Kandungan karbohidrat pada daun jeruk pamelo yang diberi perlakuan
strangulasi selama 3 dan 20 bulan meningkat dibandingkan dengan kontrol
(Yamanishi et al., 1993). Hal ini terjadi karena adanya penumpukan karbohidrat
di atas bagian tanaman. Kerat batang dapat menekan gerakan fotosintesis dari
daun ke akar, sehingga terjadi penumpukan karbohidrat yang dapat digunakan
untuk pembungaan (Ryugo, 1988).
Jeruk
pamelo
merupakan tanaman dikotil (berkeping
dua)
dan
berkambium, dan memiliki jaringan kayu (xylem) yang terletak di bagian dalam
dan floem di bagian luar.
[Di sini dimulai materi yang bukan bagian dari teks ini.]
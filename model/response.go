package model

import "math"

// tailWeeks is how long after the horizon carryover is still counted:
// until the adstock kernel has fallen below 0.1% of its peak (geometric), or
// the full lag window (delayed), at most two years.
func tailWeeks(c ChannelSpec, cp ChannelParams) int {
	if c.Adstock == AdstockDelayed {
		return c.MaxLag
	}
	if cp.Decay <= 0 {
		return 0
	}
	return min(104, int(math.Ceil(math.Log(1e-3)/math.Log(cp.Decay))))
}

// Curve is one channel's horizon response under one parameter set: the
// extra KPI R(w) from spending w per week in each of the horizon's H weeks,
// starting from the adstock state at the end of the data, counted over the
// H weeks and the carryover tail, minus the same with w = 0. Adstock is
// linear in spend, so the adstock in future week t is carry_t + w·unit_t:
// carry is what the history leaves, unit the adstock of one currency unit
// per week over the horizon.
type Curve struct {
	Saturation string
	Beta       float64
	K          float64 // adstock level of half saturation (Design.HalfSatLevel)
	Shape      float64
	Carry      []float64
	Unit       []float64
	base       float64 // Σ sat(carry_t), the w = 0 response
	// Betas, for a seasonal effectiveness, is the coefficient of every
	// future week (Beta is then their mean over the horizon); nil means
	// Beta in every week.
	Betas    []float64
	baseWeek []float64 // sat(carry_t), with Betas
}

// NewCurve builds channel k's curve under cp for a horizon of h weeks.
func (d *Design) NewCurve(k int, cp ChannelParams, h int) *Curve {
	c := d.Spec.Channels[k]
	T := h + tailWeeks(c, cp)
	x := d.Spend[k]
	n := len(x)
	// Adstock of [history, zeros] and of [zeros, ones for h weeks, zeros].
	hist := make([]float64, n+T)
	copy(hist, x)
	unit := make([]float64, n+T)
	for t := n; t < n+h; t++ {
		unit[t] = 1
	}
	ah := make([]float64, n+T)
	au := make([]float64, n+T)
	if c.Adstock == AdstockDelayed {
		Delayed(ah, nil, nil, hist, cp.Decay, cp.Peak, c.MaxLag)
		Delayed(au, nil, nil, unit, cp.Decay, cp.Peak, c.MaxLag)
	} else {
		Geometric(ah, hist, cp.Decay)
		Geometric(au, unit, cp.Decay)
	}
	cv := &Curve{Saturation: c.Saturation, Beta: cp.Beta, K: d.HalfSatLevel(k, cp), Shape: cp.Shape,
		Carry: ah[n:], Unit: au[n:]}
	for _, a := range cv.Carry {
		cv.base += cv.sat(a)
	}
	if cp.Effect != nil && cp.Effect.Period > 0 {
		cv.Betas, cv.baseWeek = make([]float64, T), make([]float64, T)
		for t := range T {
			cv.Betas[t] = cp.BetaAt(n + t)
			cv.baseWeek[t] = cv.sat(cv.Carry[t])
		}
	}
	return cv
}

func (c *Curve) sat(a float64) float64 {
	if c.Saturation == SaturationExponential {
		return Exponential(a, c.K)
	}
	return Hill(a, c.K, c.Shape)
}

// Eval returns R(w) and dR/dw.
func (c *Curve) Eval(w float64) (r, dr float64) {
	if c.Betas != nil {
		return c.evalWeekly(w)
	}
	if c.Beta == 0 {
		return 0, 0
	}
	var s, ds float64
	for t, carry := range c.Carry {
		u := c.Unit[t]
		a := carry + w*u
		if c.Saturation == SaturationExponential {
			v, da, _ := ExponentialDerivs(a, c.K)
			s += v
			ds += da * u
		} else {
			v, da, _, _ := HillDerivs(a, c.K, c.Shape)
			s += v
			ds += da * u
		}
	}
	return c.Beta * (s - c.base), c.Beta * ds
}

// evalWeekly is Eval with a coefficient per week (seasonal effectiveness).
func (c *Curve) evalWeekly(w float64) (r, dr float64) {
	for t, carry := range c.Carry {
		u := c.Unit[t]
		a := carry + w*u
		var v, da float64
		if c.Saturation == SaturationExponential {
			v, da, _ = ExponentialDerivs(a, c.K)
		} else {
			v, da, _, _ = HillDerivs(a, c.K, c.Shape)
		}
		r += c.Betas[t] * (v - c.baseWeek[t])
		dr += c.Betas[t] * da * u
	}
	return r, dr
}

// Curves is the horizon response of every channel under every parameter
// draw; it implements optimize.Response.
type Curves struct {
	Horizon int
	curves  [][]*Curve // [draw][channel]
}

// NewCurves builds the curves of each draw for a horizon of h weeks.
func (d *Design) NewCurves(draws []Params, h int) *Curves {
	cs := &Curves{Horizon: h, curves: make([][]*Curve, len(draws))}
	for i, p := range draws {
		row := make([]*Curve, len(p.Channels))
		for k, cp := range p.Channels {
			row[k] = d.NewCurve(k, cp, h)
		}
		cs.curves[i] = row
	}
	return cs
}

func (c *Curves) NumDraws() int    { return len(c.curves) }
func (c *Curves) NumChannels() int { return len(c.curves[0]) }
func (c *Curves) Eval(d, k int, w float64) (r, dr float64) {
	return c.curves[d][k].Eval(w)
}

// Curve returns the curve of draw d, channel k.
func (c *Curves) Curve(d, k int) *Curve { return c.curves[d][k] }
Menurut Susanto et al. (2002) perlakuan strangulasi
10
pada batang sebatas kambium dimungkinkan untuk menekan hasil fotosintesis
dari daun ke akar sehingga terjadi penumpukan karbohidrat pada daun, yang
selanjutnya digunakan untuk pembungaan dan pembuahan. Menurut Putra (2002)
perlakuan strangulasi meningkatkan kandungan gula dan karbohidrat serta nisbah
C/N pada daun. Penelitian Yamanishi dan Hasegawa (1995) menunjukkan bahwa
kandungan karbohidrat yang tinggi pada daun tanaman dewasa akan merangsang
tanaman untuk pembungaan dan pembentukan buah. Menurut Ryugo (1988)
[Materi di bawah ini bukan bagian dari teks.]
package model

import (
	"fmt"
	"math"
	"time"
)

// Scale is what gives a design's parameters their meaning beyond the spec:
// the first week of the fitted data (week 0 of the trend and the season's
// phase), the number of fitted weeks (the trend runs from 0 at the first to
// 1 at the last) and each channel's mean weekly spend (the unit of κ). A
// forecast stores it so that its parameters can be applied to later data.
type Scale struct {
	Origin    time.Time
	Weeks     int
	MeanSpend []float64
}

// ScaleOf returns the scale of d, a design built from a panel whose first
// week is origin.
func (d *Design) ScaleOf(origin time.Time) Scale {
	return Scale{Origin: origin, Weeks: d.N, MeanSpend: append([]float64(nil), d.MeanSpend...)}
}

// NewDesignScaled builds the design of panel p under a given scale instead
// of p's own, so parameters fitted on other weeks (those of sc) predict p's
// weeks: the trend and season continue from sc's origin, κ keeps sc's unit.
// p may start before or after the origin and have any length.
func NewDesignScaled(p *Panel, spec Spec, sc Scale) (*Design, error) {
	if err := spec.Validate("spec"); err != nil {
		return nil, err
	}
	if len(spec.Channels) != len(p.Channels) || len(sc.MeanSpend) != len(p.Channels) {
		panic("model: NewDesignScaled: spec, scale and panel channel counts differ")
	}
	for k, m := range sc.MeanSpend {
		if !(m > 0) || math.IsInf(m, 0) {
			return nil, fmt.Errorf("scale: mean spend of %s is %g; it must be positive", p.Channels[k], m)
		}
	}
	if sc.Weeks < 2 {
		return nil, fmt.Errorf("scale: %d fitted weeks; at least 2 are needed", sc.Weeks)
	}
	n := p.NumWeeks()
	d := &Design{Spec: spec, N: n, Spend: p.Spend, MeanSpend: append([]float64(nil), sc.MeanSpend...)}
	d.Fixed = fixedColumns(p, spec)
	// fixedColumns indexes weeks from p's start over p's length; move the
	// trend and season to sc's origin and length.
	for t := range n {
		tau := math.Round(p.Weeks[t].Sub(sc.Origin).Hours() / (24 * 7))
		c := 1
		if spec.Trend {
			d.Fixed.Set(t, c, tau/float64(sc.Weeks-1))
			c++
		}
		for h := 1; h <= spec.Harm; h++ {
			w := 2 * math.Pi * float64(h) * tau / spec.Period
			d.Fixed.Set(t, c, math.Sin(w))
			d.Fixed.Set(t, c+1, math.Cos(w))
			c += 2
		}
	}
	return d, nil
}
akumulasi karbohidrat di bagian tajuk tersebut akan memunculkan tunas baru,
pembentukan buah dan perkembangan buah.
Berdasarkan penelitian-penelitian sebelumnya, terdapat beberapa hal yang
harus diperhatikan dalam aplikasi strangulasi. Putra (2002) melakukan penelitian
strangulasi jeruk pamelo dengan ukuran kawat yang berbeda. Hasilnya, ukuran
kawat strangulasi harus disesuaikan dengan ketebalan kulit batang tanaman.
Rosawani (2004) menambahkan bahwa ukuran kawat juga harus disesuaikan
dengan umur tanaman. Sari (2006) menjelaskan bahwa periode strangulasi
berpengaruh sangat nyata terhadap peningkatan kandungan karbohidrat daun.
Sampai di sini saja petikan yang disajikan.